Segment Start: SOURCE INFORMATION
"""A problem made linear at its minimum: what each error of the data and each constant does to the unknowns.

In the standard normal variables z of the priors, at the minimum, with the linear coefficients c eliminated: let
``V = dm/dz - A b`` be the part of the model's derivative that no change b of the coefficients can imitate, K the
covariance of the noise, and ``F = V' K^-1 V + b' b`` the information of the data. With ``C = (F + 1)^-1`` an error e
of the data moves the estimate by ``C V' K^-1 e``, an error of the prior on unknown j by column j of C, and a constant
that moves the model by h moves it by ``-C V' K^-1 h``. This is Gauss and Newton's approximation, the elimination
variable projection in Kaufman's form: shifts come out within an eighth of those of refits. A constant that would move
an unknown by more than its standard deviation is not trusted to the straight line: the minimum, noise included, is
found again with it one spread up and down.
"""

from __future__ import annotations

from collections.abc import Mapping, Sequence
from dataclasses import dataclass
from typing import TYPE_CHECKING

import numpy as np
from numpy.typing import NDArray

from inverse.description.quantities import quantity
from inverse.inference.checks.constants import (
    FixedConstant,
    fixed_constants,
    member_constants,
    moved,
    with_constant,
)
from inverse.inference.minima.least_squares import refine
from inverse.inference.problem.likelihood import Channel, TraceModel
from inverse.inference.problem.posterior import Member

if TYPE_CHECKING:
    from inverse.inference.inversion import Inversion

__all__ = ["COEFFICIENTS", "DISCREPANCY", "STEP", "WHITE", "Linearised", "constant_ends", "linearise"]

Array = NDArray[np.float64]

WHITE, DISCREPANCY, COEFFICIENTS = "white noise", "discrepancy", "priors of the linear coefficients"

STEP = 1e-4
"""For central differences in standard normal variables."""

# In units of a constant's spread; derivatives, so that a spread wider than a pulse does no harm.
_CONSTANT_STEP = 1e-3
_BATCH = 16


@dataclass(frozen=True)
class Linearised:
    """A problem made linear at a point.

    Attributes
    ----------
    names : tuple of str
        Unknowns other than noise.
    z : array, shape (all unknowns,)
        The point, in standard normal variables.
    covariance : array, shape (unknowns, unknowns)
        C, of the standard normal variables.
    scores : dict
        Source of noise -> covariance of ``V' K^-1 e``, shape (unknowns, unknowns).
    constants : tuple of FixedConstant
    shifts : array, shape (unknowns, constants)
        What one spread of each constant does to the estimate, in standard normal variables.
    """

    names: tuple[str, ...]
    z: Array
    covariance: Array
    scores: Mapping[str, Array]
    constants: tuple[FixedConstant, ...]
    shifts: Array


def linearise(inversion: Inversion, z: Array, *, refit: bool = True) -> Linearised:
    """Make a problem linear at standard normal variables z.

    Parameters
    ----------
    inversion : Inversion
    z : array, shape (unknowns,)
    refit : bool
        As for `budget`.
    """
    physical = [i for i, name in enumerate(inversion.names) if name not in inversion.noise_names]
    names = tuple(inversion.names[i] for i in physical)
    constants = fixed_constants(inversion)
    members = inversion.posterior.as_gaussian(z).members
    parts = [_Part(inversion, member, z, physical, constants) for member in members]
    information = sum(part.information for part in parts)
    covariance = np.asarray(np.linalg.inv(np.eye(len(names)) + information), dtype=float)
    scores: dict[str, Array] = {}
    for part in parts:
        for source, score in part.scores.items():
            scores[source] = scores.get(source, 0.0) + score
    shifts = -covariance @ sum(part.pull for part in parts)
    heavy = (np.abs(shifts) > np.sqrt(covariance.diagonal())[:, None]).any(axis=0) & refit
    for k in np.flatnonzero(heavy):
        shifts[:, k] = _refitted(inversion, z, physical, constants[k].name)
    return Linearised(names, z, covariance, scores, constants, shifts)


def _refitted(inversion: Inversion, z: Array, physical: Sequence[int], name: str) -> Array:
    """Return the rms shift of the minimum with a constant one spread up and down, signed as the former."""
    chosen = np.isin(np.arange(z.size), physical)
    ends = [refine(with_constant(inversion.posterior, name, sign), chosen, z).z for sign in (1, -1)]
    up, down = ((end - z)[chosen] for end in ends)
    return np.copysign(np.sqrt((up**2 + down**2) / 2), up - down)


class _Part:
    """One trace's share: its information, the covariance of its scores and the pull of the constants on it."""

    def __init__(
        self,
        inversion: Inversion,
        member: Member,
        z: Array,
        physical: Sequence[int],
        constants: Sequence[FixedConstant],
    ) -> None:
        self.member, self.model = member, member.model
        self.values = _local(inversion, member, z[None])
        coefficients = self.model.eliminated(self.values).mean[0]
        slopes = self._of_unknowns(inversion, z, physical, coefficients)
        bends = self._of_constants(constants, coefficients)
        functions = {name: f[0] for name, f in self.model.functions(self.values).items()}
        noise = {c.name: _scalars(c.noise_values(self.values)) for c in self.model.channels}
        imitated = _imitated(self.model, self.values, functions, slopes, noise)
        own = {name: d - imitated.T @ functions[name] for name, d in slopes.items()}
        self.information = imitated.T @ imitated
        self.pull = np.zeros((len(physical), len(constants)))
        self.scores: dict[str, Array] = {COEFFICIENTS: imitated.T @ imitated}
        for channel in self.model.channels:
            self._add(channel, own[channel.name], bends[channel.name], noise[channel.name])

    def _add(self, channel: Channel, own: Array, bend: Array, noise: Mapping[str, float]) -> None:
        """Add a channel, with ``K^-1 V = (V - f) / (sigma d)^2``, f the discrepancy that V would be taken for."""
        taken = channel.noise.discrepancy(own, noise)
        white = noise["white"] * channel.noise.relative
        solved = (own - taken) / white**2
        self.information = self.information + solved @ own.T
        self.pull += solved @ bend.T
        scaled = solved * white
        self._score(WHITE, scaled @ scaled.T)
        if "discrepancy" in noise:
            # f = a^2 R K^-1 V, so that this is the discrepancy's own covariance seen through K^-1 V.
            self._score(DISCREPANCY, solved @ taken.T)

    def _score(self, source: str, score: Array) -> None:
        self.scores[source] = self.scores.get(source, 0.0) + (score + score.T) / 2

    def _of_unknowns(
        self, inversion: Inversion, z: Array, physical: Sequence[int], coefficients: Array
    ) -> dict[str, Array]:
        """Return d(model)/dz per channel, shape (unknowns, delays)."""
        steps = STEP * np.eye(z.size)[list(physical)]
        up, down = (
            _contracted(self.model, _local(inversion, self.member, z + sign * steps), coefficients)
            for sign in (1, -1)
        )
        return {name: (up[name] - down[name]) / (2 * STEP) for name in up}

    def _of_constants(self, constants: Sequence[FixedConstant], coefficients: Array) -> dict[str, Array]:
        """Return what one spread of each constant adds to the model, shape (constants, delays)."""
        own = member_constants(self.member)
        out = {c.name: np.zeros((len(constants), c.noise.delay.size)) for c in self.model.channels}
        for k, constant in enumerate(constants):
            if constant.name not in own:
                continue
            low, high = constant_ends(own[constant.name])
            below, above = (self._with(constant.name, end, coefficients) for end in (low, high))
            for name, rows in out.items():
                rows[k] = (above[name] - below[name])[0] / (high - low)
        return out

    def _with(self, name: str, spreads: float, coefficients: Array) -> dict[str, Array]:
        """Return the model with one constant moved."""
        other = moved(self.member, name, spreads)
        fixed = {inner: np.full(1, value) for inner, value in other.fixed.items()}
        return _contracted(other.model, {**self.values, **fixed}, coefficients)


def _contracted(model: TraceModel, values: Mapping[str, Array], coefficients: Array) -> dict[str, Array]:
    """Return the traces of given coefficients per channel, shape (sets, delays)."""
    sets = len(next(iter(values.values())))
    pieces: dict[str, list[Array]] = {c.name: [] for c in model.channels}
    for start in range(0, sets, _BATCH):
        block = {name: v[start : start + _BATCH] for name, v in values.items()}
        for name, functions in model.functions(block).items():
            pieces[name].append(np.einsum("c,bcn->bn", coefficients, functions))
    return {name: np.concatenate(p) for name, p in pieces.items()}


def _imitated(
    model: TraceModel,
    values: Mapping[str, Array],
    functions: Mapping[str, Array],
    slopes: Mapping[str, Array],
    noise: Mapping[str, Mapping[str, float]],
) -> Array:
    """Return the coefficients that imitate each unknown's derivative best, shape (coefficients, unknowns)."""
    basis, _ = model.whitened(_scalars(values), functions)
    white = np.concatenate([c.noise.whiten(slopes[c.name], noise[c.name]) for c in model.channels], axis=1)
    padded = np.pad(white, ((0, 0), (0, basis.shape[0] - white.shape[1])))
    return np.asarray(np.linalg.lstsq(basis, padded.T, rcond=None)[0])


def constant_ends(constant: FixedConstant) -> tuple[float, float]:
    """Return where the derivative is taken, in spreads; on one side only where the constant stands on its bound."""
    q, step = quantity(constant.field), _CONSTANT_STEP * constant.spread
    low = 0.0 if constant.value - step < q.low else -_CONSTANT_STEP
    return low, 0.0 if constant.value + step > q.high else _CONSTANT_STEP


def _local(inversion: Inversion, member: Member, z: Array) -> dict[str, Array]:
    parameters = inversion.posterior.parameters
    return member.local(parameters.named(parameters.to_values(z)))


def _scalars(values: Mapping[str, Array]) -> dict[str, float]:
    return {name: float(v[0]) for name, v in values.items()}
Segment End: SOURCE INFORMATION
ABOUT THIS EXERCISE: Filter the records above, keeping each line that contains the word "does".

WRITTEN SOLUTION:
"""A problem made linear at its minimum: what each error of the data and each constant does to the unknowns.
# In units of a constant's spread; derivatives, so that a spread wider than a pulse does no harm.
        What one spread of each constant does to the estimate, in standard normal variables.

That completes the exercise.